(no title)
jmakov
|
1 year ago
Would be interesting to know how files get stored. They don't mention any distributed FS solutions like SeaweedFS so once a drive is full, does the file get sent to another one via some service? Also ZFS seems an odd choice since deletions (esp of small files) at +80% full drive are crazy slow.
ryao|1 year ago
For something like fast mail that has many users, unlinking should be parallel already, so unlinking on ZFS will not be slow for them.
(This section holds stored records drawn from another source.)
//! The figures of a fit opened.

use super::Fit;
use crate::engine::Refusal;
use crate::engine::decision::side_by_side::ratio_difference_pct;
use crate::engine::working::Working;
use crate::study::law as rows;
use crate::study::unit::workings::of_heat;

impl Fit<'_> {
    /// States a figure of the fit.
    pub(in crate::study::unit) fn state(
        &self,
        w: &mut Working,
        place: &[&str],
    ) -> Result<(), Refusal> {
        match place {
            ["hv_difference_pct"] => {
                self.voltage_pct(w, |side| side.hv_kv);
            }
            ["lv_difference_pct"] => {
                self.voltage_pct(w, |side| side.lv_kv);
            }
            ["peak_pu"] => {
                self.peak_pu(w);
            }
            ["highest_peak_pu"] => {
                self.highest_peak_pu(w);
            }
            ["regulation_pct"] => {
                self.regulation_pct(w)?;
            }
            ["fault_level_mva"] => {
                self.fault_level_mva(w)?;
            }
            ["fault_current_a"] => {
                self.fault_current_a(w)?;
            }
            ["law", "limits", n, side] => {
                if let Some((verdict, _)) = self.verdict()? {
                    rows::state(w, verdict, n, side);
                }
            }
            ["thermal", quantity] => {
                if let (Some(place), Some(body)) = (&self.place, self.body()) {
                    let mut all = Working::default();
                    self.question.state_body(&mut all, place, &body, quantity)?;
                    w.append(of_heat(all, quantity));
                }
            }
            ["beside", quantity] => self.state_beside(w, quantity)?,
            _ => {}
        }
        Ok(())
    }

    fn state_beside(&self, w: &mut Working, quantity: &str) -> Result<(), Refusal> {
        match quantity {
            "ratio_difference_pct" => {
                if let Some(beside) = self.beside() {
                    ratio_difference_pct(w, &self.own(), &beside);
                }
            }
            "impedance_difference_pct" => {
                self.impedance_pct(w);
            }
            "circulating_pu" => {
                self.circulating_pu(w)?;
            }
            "load_kva" => {
                self.load_kva(w);
            }
            "bank_limit_kva" => {
                self.sharing(w)?;
            }
            _ => {
                let mut all = Working::default();
                self.sharing(&mut all)?;
                let one = if quantity == "loading_pu" { "1" } else { "2" };
                let (loadings, before): (Vec<_>, Vec<_>) =
                    all.into_steps().into_iter().partition(|step| step.formula.symbol == "loading");
                w.append(before.into_iter().filter(|step| step.formula.symbol != "S_max"));
                w.append(loadings.into_iter().filter(|step| step.of.ends_with(one)));
            }
        }
        Ok(())
    }
}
By the way, that 80% figure has not been true for more than a decade. You are referring to the best fit allocator being used to minimize external fragmentation under low space conditions. The new figure is 96%. It is controlled by metaslab_df_free_pct in metaslab.c:
https://github.com/openzfs/zfs/blob/zfs-2.2.0/module/zfs/met...
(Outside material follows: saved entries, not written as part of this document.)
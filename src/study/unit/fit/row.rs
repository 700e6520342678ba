//! What is told of a fit: the keys of the result.

use serde::Serialize;

use crate::study::law::VerdictRow;
use crate::study::unit::thermal::HeatRow;

/// How an offer fits a place. What is not known is null; `misses` names what does not fit, `unknown` what could not
/// be looked at.
#[derive(Clone, Debug, PartialEq, Serialize)]
#[expect(missing_docs, reason = "the keys of the result; `figures` says what they are")]
pub struct FitRow {
    pub proposed: String,
    pub fits: bool,
    pub misses: Vec<&'static str>,
    pub unknown: Vec<&'static str>,
    pub phases_agree: Option<bool>,
    pub hv_difference_pct: Option<f64>,
    pub lv_difference_pct: Option<f64>,
    pub voltages_agree: Option<bool>,
    pub vector_groups_agree: Option<bool>,
    /// Peak of year 1 and highest peak of the horizon over its rating.
    pub peak_pu: Option<f64>,
    pub highest_peak_pu: Option<f64>,
    pub loading_limit_pu: Option<f64>,
    pub within_loading_limit: Option<bool>,
    /// Whether the voltage holds at the highest peak; none at rated voltage, where it is not asked.
    pub holds_voltage: Option<bool>,
    /// At the peak of year 1.
    pub regulation_pct: Option<f64>,
    pub fault_level_mva: Option<f64>,
    pub fault_current_a: Option<f64>,
    pub fault_limit_mva: Option<f64>,
    pub within_fault_limit: Option<bool>,
    pub beside: Option<BesideRow>,
    /// How hot it gets under the load of year 1; none for a dry-type one.
    pub thermal: Option<HeatRow>,
    pub law: Option<VerdictRow>,
    pub notes: Vec<String>,
}

/// How it would run in parallel with another unit.
#[derive(Clone, Debug, PartialEq, Serialize)]
#[expect(missing_docs, reason = "the keys of the result; `figures` says what they are")]
pub struct BesideRow {
    pub unit: String,
    pub ratio_difference_pct: Option<f64>,
    pub ratios_agree: Option<bool>,
    pub vector_groups_agree: Option<bool>,
    pub impedance_difference_pct: Option<f64>,
    pub impedances_agree: Option<bool>,
    /// Peaks of year 1 of both places together.
    pub load_kva: Option<f64>,
    pub loading_pu: Option<f64>,
    pub beside_loading_pu: Option<f64>,
    pub bank_limit_kva: Option<f64>,
    /// Current at no load over its own rated current.
    pub circulating_pu: Option<f64>,
}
Modification operations become slow when you are at/above 96% space filled, but that is to prevent even worse problems from happening. Note that my friend’s pool was below the 96% threshold when he was suffering from a slow rm -r. He just had a directory subtree with a large amount of directory entries he wanted to remove.
For what it is worth, I am the ryao listed here and I was around when the 80% to 96% change was made:
https://github.com/openzfs/zfs/graphs/contributors
switch007|1 year ago
brongondwana|1 year ago
jmakov|1 year ago
shrubble|1 year ago
Deletion of files depends on how they have configured the message store - they may be storing a lot of data into a database, for example.
mastax|1 year ago
ackshi|1 year ago
I think that 80% figure is from when drives were much smaller and finding free space over that threshold with the first-fit allocator was harder.
brongondwana|1 year ago
For now, the "file storage" product is a Node tree in mysql, with content stored in a content-addressed blob store, which is some custom crap I wrote 15 years ago that is still going strong because it's so simple there's not much to go wrong.
We do plan to eventually move the blob storage into Cyrus as well though, because then we have a single replication and backup system rather than needing separate logic to maintain the blob store.